There were only four things on the ICC site that were useful: Certifications, Evaluation Reports, book store, and the BB. I do not frequent the 'new and improved' ICC site except for Eval Reports and Cert renewals and code books now. Even then, it is a chore, and not user friendly in the least. Why did they bury everything several clicks deep? I've had enough of new and improved. Ease of use should be prime on their list for the newest and most improved. If you want to go to the ... [insert specific page], it should be only one click away from the front page; same with the book store, you should not have to go four or five levels deep before actually getting to a useful place. Anyone should be able to access the BB.  Those who participate are the ones who make it worthwhile for everyone. Even those who don't post several times a day, sometimes provide a different and clearer perspective. If it is a community, then it should be neighborly enough to allow for differing opinions and perspectives. Like every community, you have to tolerate some rowdies, some more vocal, some level headed and some hot headed. I think the members who paticipate do an awfully good job of self-policing when it comes to toning down the hot-heads. But, when you message goes up on the BB, you have the floor. It can be read or not; that portion is up to the users. EASE of USE. Welcome debate. Free access. That's my 1,2,3.


----------



## pwood (Sep 8, 2010)

ewenme said:
			
		

> There were only four things on the ICC site that were useful: Certifications, Evaluation Reports, book store, and the BB. I do not frequent the 'new and improved' ICC site except for Eval Reports and Cert renewals and code books now. Even then, it is a chore, and not user friendly in the least. Why did they bury everything several clicks deep? I've had enough of new and improved. Ease of use should be prime on their list for the newest and most improved. If you want to go to the ... [insert specific page], it should be only one click away from the front page; same with the book store, you should not have to go four or five levels deep before actually getting to a useful place. Anyone should be able to access the BB. Those who participate are the ones who make it worthwhile for everyone. Even those who don't post several times a day, sometimes provide a different and clearer perspective. If it is a community, then it should be neighborly enough to allow for differing opinions and perspectives. Like every community, you have to tolerate some rowdies, some more vocal, some level headed and some hot headed. I think the members who paticipate do an awfully good job of self-policing when it comes to toning down the hot-heads. But, when you message goes up on the BB, you have the floor. It can be read or not; that portion is up to the users. EASE of USE. Welcome debate. Free access. That's my 1,2,3.

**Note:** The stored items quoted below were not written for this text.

import { readDetails, readSlips, type Diagnosis } from "@/lib/flags/finding-details";
import type { Finding } from "@/models";
import type { Verdict } from "@/models/finding";

/** What a page shows of a stored finding. Formulas are LaTeX of our own engine. */
export type FindingShown = {
  id: string;
  runId: string;
  claimVersion: number;
  verdict: Verdict;
  exact: { text: string; latex: string; decimal: string } | null;
  reason: string;
  slips: Diagnosis[];
  reading: { quantityLatex: string; claimedLatex: string } | null;
  houseForm: { text: string; latex: string } | null;
  zero: { says: string }[];
  errors: {
    field: "quantity" | "claimed";
    at: number;
    length: number;
    says: string;
    suggestion?: string | undefined;
  }[];
  judgedAt: string | null;
};

/** The columns that toFindingShown reads: all but the evidence, which is long. */
export const FINDING_COLUMNS = [
  "id",
  "runId",
  "claimVersion",
  "verdict",
  "exactText",
  "exactLatex",
  "exactDecimal",
  "slips",
  "reason",
  "details",
  "judgedAt",
] as const;

/** A stored finding as pages show it; null while it is not judged. */
export function toFindingShown(finding: Finding | null | undefined): FindingShown | null {
  if (!finding || finding.verdict === null) return null;
  const { id, runId, claimVersion, verdict, exactText, exactLatex, exactDecimal, reason } = finding;
  const { reading, houseForm, zero, errors } = readDetails(finding.details);
  return {
    id,
    runId,
    claimVersion,
    verdict,
    exact:
      exactText === null ? null : { text: exactText, latex: exactLatex ?? "", decimal: exactDecimal ?? "" },
    reason: reason ?? "",
    slips: readSlips(finding.slips),
    reading,
    houseForm,
    zero,
    errors,
    judgedAt: finding.judgedAt?.toISOString() ?? null,
  };
}
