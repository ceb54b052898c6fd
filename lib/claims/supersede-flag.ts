import type { Transaction } from "sequelize";
import { audit } from "@/lib/audit";
import { Flag } from "@/models";

/**
 * Closes the open flags of claims whose text has changed: they speak of a version that is no longer current. The
 * claims are locked by the caller, so the order claim before flag is kept.
 * @returns how many were closed
 */
export async function supersedeFlags(
  claimIds: readonly string[],
  actorId: string,
  transaction: Transaction,
): Promise<number> {
  if (claimIds.length === 0) return 0;
  const open = await Flag.findAll({
    where: { openClaimId: [...claimIds] },
    order: [["id", "ASC"]],
    lock: transaction.LOCK.UPDATE,
    transaction,
  });
  for (const flag of open) {
    await flag.update({ state: "superseded", openClaimId: null }, { transaction });
    await audit(transaction, {
      workId: flag.workId,
      actorId,
      action: "flag.supersede",
      subjectType: "flag",
      subjectId: flag.id,
      before: { state: "open" },
      after: { state: "superseded" },
    });
  }
  return open.length;
}
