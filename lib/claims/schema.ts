import { z } from "zod";
import { line, optionalLine } from "./text";

export const CLAIM_LIMITS = { ref: 60, typed: 4_000, note: 500, page: 20 } as const;

const workId = z.uuid();
const claimId = z.uuid();
/** The optimistic lock: what the person was looking at. */
const version = z.number().int().min(0);

/** What an author writes of one claim; the form, the action and the file reader use the same. */
export const ClaimText = z.object({
  ref: line("a reference such as 7.3(b)", CLAIM_LIMITS.ref),
  quantity: line("the quantity, such as (1 1 2; 0 0 0)", CLAIM_LIMITS.typed),
  claimed: line("the claimed value, such as sqrt(2/15)", CLAIM_LIMITS.typed),
  note: optionalLine(CLAIM_LIMITS.note),
  page: optionalLine(CLAIM_LIMITS.page),
});
export type ClaimText = z.output<typeof ClaimText>;

export const NewClaim = ClaimText.extend({ workId, problemId: z.uuid() });
export type NewClaim = z.output<typeof NewClaim>;

export const EditClaim = ClaimText.extend({ workId, claimId, version });
export type EditClaim = z.output<typeof EditClaim>;

export const MoveClaim = z.object({ workId, claimId, to: z.enum(["earlier", "later"]) });
export type MoveClaim = z.output<typeof MoveClaim>;

/** For withdrawing and restoring. */
export const ClaimAt = z.object({ workId, claimId, version });
export type ClaimAt = z.output<typeof ClaimAt>;
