import { Op } from "sequelize";
import { gate } from "@/lib/auth/gate";
import { can } from "@/lib/auth/permissions";
import type { SessionUser } from "@/lib/auth/user";
import { notFound } from "@/lib/errors";
import { isId } from "@/lib/ids";
import { conventionsAt } from "@/lib/works/conventions-at";
import type { Conventions } from "@/lib/verify/conventions";
import { Chapter, Claim, Finding, Flag, Problem, Run, User } from "@/models";
import type { Verdict } from "@/models/finding";
import { FINDING_COLUMNS, toFindingShown, type FindingShown } from "./finding-view";
import { galleyPages, type Stretch } from "./galley-pages";
import { proposeRef } from "./propose-ref";
import { readClaim, type ClaimReading } from "./reading";
import { keyOf } from "./text";

export type GalleyClaim = {
  id: string;
  ref: string;
  version: number;
  quantity: string;
  claimed: string;
  note: string | null;
  page: string | null;
  withdrawn: boolean;
  claimant: string;
  reading: ClaimReading;
  verdict: Verdict | null;
  finding: FindingShown | null;
  flag: FlagShown | null;
};

export type FlagShown = { id: string; state: "open" | "settled"; assignee: string | null };

export type GalleyProblem = {
  id: string;
  label: string;
  statement: string;
  version: number;
  /** Whether the problem began on an earlier page. */
  continued: boolean;
  /** Whether it goes on over the next page. */
  continues: boolean;
  first: boolean;
  last: boolean;
  total: number;
  proposedRef: string;
  claims: GalleyClaim[];
};

export type Galley = {
  work: { id: string; title: string };
  chapter: { id: string; number: number; title: string };
  conventions: Conventions;
  may: { edit: boolean; upload: boolean; run: boolean; readFlags: boolean };
  strip: { id: string; ref: string; verdict: Verdict | null; page: number }[];
  withdrawn: number;
  unchecked: number;
  problems: GalleyProblem[];
  problemCount: number;
  page: number;
  pages: number;
  lastRun: { id: string; state: string; at: string } | null;
};

type LightClaim = Pick<Claim, "id" | "ref" | "problemId" | "verdict" | "withdrawnAt">;

/**
 * One page of a chapter's galley: its problems with their claims, each with the finding on its current version, and
 * the whole chapter as a strip. The number of queries does not depend on the number of claims.
 * @param wanted the page, from 1; what is out of range is brought into it
 * @throws AppError not_found
 */
export async function getGalley(
  workId: string,
  chapterId: string,
  user: SessionUser,
  wanted: number | { claimId: string } = 1,
): Promise<Galley> {
  const access = await gate(user, "chapter.read", workId, { chapterId });
  if (!isId(chapterId)) throw notFound();
  const chapter = await Chapter.findOne({ where: { id: chapterId, workId } });
  if (!chapter) throw notFound();
  const [conventions, problems, light, lastRun] = await Promise.all([
    conventionsAt(workId, access.work.conventionsVersion),
    Problem.findAll({
      attributes: ["id", "label", "version"],
      where: { chapterId },
      order: [
        ["position", "ASC"],
        ["id", "ASC"],
      ],
    }),
    Claim.findAll({
      attributes: ["id", "ref", "problemId", "verdict", "withdrawnAt"],
      where: { chapterId },
      order: [
        ["position", "ASC"],
        ["id", "ASC"],
      ],
      raw: true,
    }) as Promise<LightClaim[]>,
    Run.findOne({
      attributes: ["id", "state", "createdAt"],
      where: { workId, chapterId: { [Op.or]: [chapterId, null] } },
      order: [["createdAt", "DESC"]],
    }),
  ]);
  const byProblem = new Map<string, LightClaim[]>(problems.map(({ id }) => [id, []]));
  for (const claim of light) byProblem.get(claim.problemId)?.push(claim);
  const pages = galleyPages(problems.map(({ id }) => ({ id, claims: byProblem.get(id)?.length ?? 0 })));
  const pageOf = pagesByClaim(pages, byProblem);
  const asked = typeof wanted === "number" ? wanted : (pageOf.get(wanted.claimId) ?? 1);
  const page = Math.min(pages.length, Math.max(1, Math.trunc(asked) || 1));
  const stretches = pages[page - 1] ?? [];
  const shown = stretches.flatMap(({ problemId, from, to }) =>
    (byProblem.get(problemId) ?? []).slice(from, to),
  );
  const [statements, claims] = await Promise.all([
    statementsOf(stretches.map(({ problemId }) => problemId)),
    loadClaims(
      shown.map(({ id }) => id),
      conventions,
    ),
  ]);

  const person = { userId: user.id, isAdmin: user.isAdmin, role: access.role, chapterIds: access.chapterIds };
  const subject = { chapterId };
  const standing = problems
    .flatMap(({ id }) => byProblem.get(id) ?? [])
    .filter((claim) => claim.withdrawnAt === null);
  const taken = new Set(light.map(({ ref }) => keyOf(ref)));
  return {
    work: { id: workId, title: access.work.title },
    chapter: { id: chapter.id, number: chapter.number, title: chapter.title },
    conventions,
    may: {
      edit: can(person, "claim.edit", subject),
      upload: can(person, "source.upload", subject),
      run: can(person, "run.start", subject),
      readFlags: can(person, "flag.read", subject),
    },
    strip: standing.map(({ id, ref, verdict }) => ({ id, ref, verdict, page: pageOf.get(id) ?? 1 })),
    withdrawn: light.length - standing.length,
    unchecked: standing.filter(({ verdict }) => verdict === null).length,
    problems: stretches.map(({ problemId, from, to }) => {
      const at = problems.findIndex(({ id }) => id === problemId);
      const { label = "", version = 0 } = problems[at] ?? {};
      const all = byProblem.get(problemId) ?? [];
      return {
        id: problemId,
        label,
        version,
        statement: statements.get(problemId) ?? "",
        continued: from > 0,
        continues: to < all.length,
        first: at === 0,
        last: at === problems.length - 1,
        total: all.length,
        proposedRef: proposeRef(
          label,
          all.map(({ ref }) => ref),
          (key) => taken.has(key),
        ),
        claims: all.slice(from, to).flatMap(({ id }) => claims.get(id) ?? []),
      };
    }),
    problemCount: problems.length,
    page,
    pages: pages.length,
    lastRun: lastRun && { id: lastRun.id, state: lastRun.state, at: lastRun.createdAt.toISOString() },
  };
}

function pagesByClaim(
  pages: readonly Stretch[][],
  byProblem: ReadonlyMap<string, LightClaim[]>,
): Map<string, number> {
  const found = new Map<string, number>();
  pages.forEach((stretches, i) => {
    for (const { problemId, from, to } of stretches)
      for (const { id } of (byProblem.get(problemId) ?? []).slice(from, to)) found.set(id, i + 1);
  });
  return found;
}

async function statementsOf(ids: string[]): Promise<Map<string, string>> {
  const rows = await Problem.findAll({ attributes: ["id", "statement"], where: { id: ids } });
  return new Map(rows.map(({ id, statement }) => [id, statement]));
}

type WithRelated = Claim & { finding?: Finding | null; claimant?: User };

/** The claims in full, by id, each with its finding and its newest flag. */
async function loadClaims(ids: string[], conventions: Conventions): Promise<Map<string, GalleyClaim>> {
  const [rows, flags] = await Promise.all([
    Claim.findAll({
      where: { id: ids },
      include: [
        { model: Finding, as: "finding", attributes: [...FINDING_COLUMNS] },
        { model: User, as: "claimant", attributes: ["name"] },
      ],
    }) as Promise<WithRelated[]>,
    newestFlags(ids),
  ]);
  return new Map(
    rows.map((row) => [
      row.id,
      {
        id: row.id,
        ref: row.ref,
        version: row.version,
        quantity: row.quantity,
        claimed: row.claimed,
        note: row.note,
        page: row.page,
        withdrawn: row.withdrawnAt !== null,
        claimant: row.claimant?.name ?? "",
        reading: readClaim(row.quantity, row.claimed, conventions),
        verdict: row.verdict,
        finding: toFindingShown(row.finding),
        flag: flags.get(row.id) ?? null,
      },
    ]),
  );
}

/** The newest open or settled flag of each claim. */
export async function newestFlags(claimIds: string[]): Promise<Map<string, FlagShown>> {
  const rows = (await Flag.findAll({
    attributes: ["id", "claimId", "state"],
    where: { claimId: claimIds, state: ["open", "settled"] },
    include: [{ model: User, as: "assignee", attributes: ["name"] }],
    order: [["createdAt", "ASC"]],
  })) as (Flag & { assignee?: User | null })[];
  return new Map(
    rows.map((flag) => [
      flag.claimId,
      {
        id: flag.id,
        state: flag.state === "open" ? "open" : "settled",
        assignee: flag.assignee?.name ?? null,
      },
    ]),
  );
}
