import { gate } from "@/lib/auth/gate";
import { can } from "@/lib/auth/permissions";
import type { SessionUser } from "@/lib/auth/user";
import { notFound } from "@/lib/errors";
import { conventionsAt } from "@/lib/works/conventions-at";
import { proofOf, type Proof } from "@/lib/flags/proof";
import type { Conventions } from "@/lib/verify/conventions";
import { Chapter, Claim, ClaimVersion, Finding, Problem, Source, User } from "@/models";
import type { ClaimOrigin } from "@/models/claim-version";
import type { Verdict } from "@/models/finding";
import { findClaim } from "./find-claim";
import { FINDING_COLUMNS, toFindingShown, type FindingShown } from "./finding-view";
import { newestFlags, type FlagShown } from "./get-galley";
import { readClaim, type ClaimReading } from "./reading";

/** How much history one page shows, newest first. */
const MOST = 100;

export type VersionShown = {
  number: number;
  quantity: string;
  claimed: string;
  note: string | null;
  page: string | null;
  author: string;
  origin: ClaimOrigin;
  source: { id: string; name: string } | null;
  at: string;
  reading: ClaimReading;
};

export type ClaimView = {
  work: { id: string; title: string };
  chapter: { id: string; number: number; title: string };
  problem: { id: string; label: string; statement: string };
  conventions: Conventions;
  may: { edit: boolean; readFlags: boolean; readSources: boolean };
  claim: {
    id: string;
    ref: string;
    version: number;
    current: number;
    quantity: string;
    claimed: string;
    note: string | null;
    page: string | null;
    withdrawnAt: string | null;
    claimant: string;
    own: boolean;
    verdict: Verdict | null;
    reading: ClaimReading;
  };
  finding: FindingShown | null;
  proof: Proof | null;
  flag: FlagShown | null;
  versions: VersionShown[];
  /** findings of runs, newest first; those of older versions too */
  findings: FindingShown[];
};

/**
 * One claim with all that is known of it: its finding with evidence, its flag, its versions, its findings over runs.
 * @throws AppError not_found
 */
export async function getClaim(workId: string, claimId: string, user: SessionUser): Promise<ClaimView> {
  const { claim, access } = await findClaim(workId, claimId, user);
  await gate(user, "chapter.read", workId, { chapterId: claim.chapterId });
  const [conventions, chapter, problem, claimant, finding, flags, versions, findings] = await Promise.all([
    conventionsAt(workId, access.work.conventionsVersion),
    Chapter.findByPk(claim.chapterId),
    Problem.findByPk(claim.problemId),
    User.findByPk(claim.claimantId, { attributes: ["name"] }),
    claim.findingId ? Finding.findByPk(claim.findingId) : null,
    newestFlags([claim.id]),
    ClaimVersion.findAll({
      where: { claimId },
      include: [{ model: User, as: "author", attributes: ["name"] }],
      order: [["number", "DESC"]],
      limit: MOST,
    }) as Promise<(ClaimVersion & { author?: User })[]>,
    Finding.findAll({
      attributes: [...FINDING_COLUMNS],
      where: { claimId },
      order: [["createdAt", "DESC"]],
      limit: MOST,
    }),
  ]);
  if (!chapter || !problem) throw notFound();
  const sources = await sourcesOf(versions);
  const person = { userId: user.id, isAdmin: user.isAdmin, role: access.role, chapterIds: access.chapterIds };
  const subject = { chapterId: claim.chapterId };
  return {
    work: { id: workId, title: access.work.title },
    chapter: { id: chapter.id, number: chapter.number, title: chapter.title },
    problem: { id: problem.id, label: problem.label, statement: problem.statement },
    conventions,
    may: {
      edit: can(person, "claim.edit", subject),
      readFlags: can(person, "flag.read", subject),
      readSources: can(person, "source.upload", subject),
    },
    claim: toClaim(claim, claimant?.name ?? "", user, conventions),
    finding: toFindingShown(finding),
    proof: finding?.verdict ? proofOf(claim.quantity, conventions, finding.evidence) : null,
    flag: flags.get(claim.id) ?? null,
    versions: versions.map((version) => ({
      number: version.number,
      quantity: version.quantity,
      claimed: version.claimed,
      note: version.note,
      page: version.page,
      author: version.author?.name ?? "",
      origin: version.origin,
      source: (version.sourceId && sources.get(version.sourceId)) || null,
      at: version.createdAt.toISOString(),
      reading: readClaim(version.quantity, version.claimed, conventions),
    })),
    findings: findings.flatMap((row) => toFindingShown(row) ?? []),
  };
}

function toClaim(
  claim: Claim,
  claimant: string,
  user: SessionUser,
  conventions: Conventions,
): ClaimView["claim"] {
  const { id, ref, version, current, quantity, claimed, note, page, verdict } = claim;
  return {
    id,
    ref,
    version,
    current,
    quantity,
    claimed,
    note,
    page,
    withdrawnAt: claim.withdrawnAt?.toISOString() ?? null,
    claimant,
    own: claim.claimantId === user.id,
    verdict,
    reading: readClaim(quantity, claimed, conventions),
  };
}

async function sourcesOf(
  versions: readonly ClaimVersion[],
): Promise<Map<string, { id: string; name: string }>> {
  const ids = [...new Set(versions.flatMap(({ sourceId }) => sourceId ?? []))];
  const rows = ids.length > 0 ? await Source.findAll({ attributes: ["id", "name"], where: { id: ids } }) : [];
  return new Map(rows.map(({ id, name }) => [id, { id, name }]));
}
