import { audit } from "@/lib/audit";
import { gate } from "@/lib/auth/gate";
import type { SessionUser } from "@/lib/auth/user";
import { AppError, isDuplicate, notFound } from "@/lib/errors";
import { conventionsAt } from "@/lib/works/conventions-at";
import { transact } from "@/lib/transact";
import { Claim, ClaimVersion, Problem } from "@/models";
import { orbitKeyOf } from "./reading";
import type { NewClaim } from "./schema";

export const refTaken = (ref: string) =>
  new AppError("invalid", `This work already has a claim ${ref}.`, {
    fields: { ref: [`This work already has a claim ${ref}. Choose another reference.`] },
  });

/**
 * Adds a claim at the end of its problem, whatever the verifier thinks of it: it is judged by the next run.
 * @throws AppError not_found; forbidden; invalid with fields.ref when the ref is taken
 */
export async function addClaim(input: NewClaim, user: SessionUser): Promise<{ id: string; ref: string }> {
  await gate(user, "chapter.read", input.workId);
  return transact(async (transaction) => {
    // The lock on the problem keeps two new claims from taking the same place.
    const problem = await Problem.findOne({
      where: { id: input.problemId, workId: input.workId },
      lock: transaction.LOCK.UPDATE,
      transaction,
    });
    if (!problem) throw notFound();
    const { workId, chapterId } = problem;
    const access = await gate(user, "claim.edit", workId, { chapterId }, transaction);
    const conventions = await conventionsAt(workId, access.work.conventionsVersion, transaction);
    const { ref, quantity, claimed, note, page } = input;
    if (await Claim.findOne({ attributes: ["id"], where: { workId, ref }, transaction })) throw refTaken(ref);
    const last = await Claim.max<number | null, Claim>("position", {
      where: { problemId: problem.id },
      transaction,
    });
    const claim = await Claim.create(
      {
        workId,
        chapterId,
        problemId: problem.id,
        ref,
        position: (last ?? -1) + 1,
        quantity,
        claimed,
        note,
        page,
        claimantId: user.id,
        orbitKey: orbitKeyOf(quantity, conventions),
      },
      { transaction },
    ).catch((error: unknown) => {
      throw isDuplicate(error) ? refTaken(ref) : error;
    });
    await ClaimVersion.create(
      {
        workId,
        claimId: claim.id,
        number: 1,
        quantity,
        claimed,
        note,
        page,
        authorId: user.id,
        origin: "typed",
      },
      { transaction },
    );
    await audit(transaction, {
      workId,
      actorId: user.id,
      action: "claim.add",
      subjectType: "claim",
      subjectId: claim.id,
      after: { ref, quantity, claimed, note, page },
    });
    return { id: claim.id, ref };
  });
}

i have to agree with you! i was at a meeting recently with an icc official and i brought up the difficulty of navigating the website in addition to the farce of having to pay to play in the so called communities of interest. he said the comm. of int. have been fixed and all are welcome once again to participate! he also stated that it is mainly a feature for "bloggers" which he had no interest to be involved with. i tried to access the new revised c o i .site and gave up after several attemps. returning the site to it's easy to use format would be a plus. so fellow "bloggers" give them some real direction if they really give a !!. the official also said how times were so lean that he was having to pay his own way to some icc functions, so why are they footing the bill for you all to have fun? before you get on the plane take out the insurance policy with Pwood as beneficiary!:mrgreen:


----------



## CowboyRR (Sep 8, 2010)

pwood said:
			
		

> i have to agree with you! i was at a meeting recently with an icc official and i brought up the difficulty of navigating the website in addition to the farce of having to pay to play in the so called communities of interest. he said the comm. of int. have been fixed and all are welcome once again to participate! :mrgreen:


Great example - so do you trust said ICC Official will be honest with you in future discussions? When this happens I have to wonder if the "official" is just being a good soldier or whether they are sincere about lying to members. The higher up the chain the "official" is - the less likely I think they are just being a good soldier.


----------



## cda (Sep 8, 2010)

Just have icc pay a million dollars To jar for this web site and rename it the icc/jar foundation code forum web site


----------



## RickAstoria (Sep 8, 2010)

I briefly opened it and promptly re-closed it to find out who originally closed it and why it was. I wasn't sure why it was closed originally and find out why. Someone else originally closed it and I wanted to know if it was a mistake or if they closed it for a reason.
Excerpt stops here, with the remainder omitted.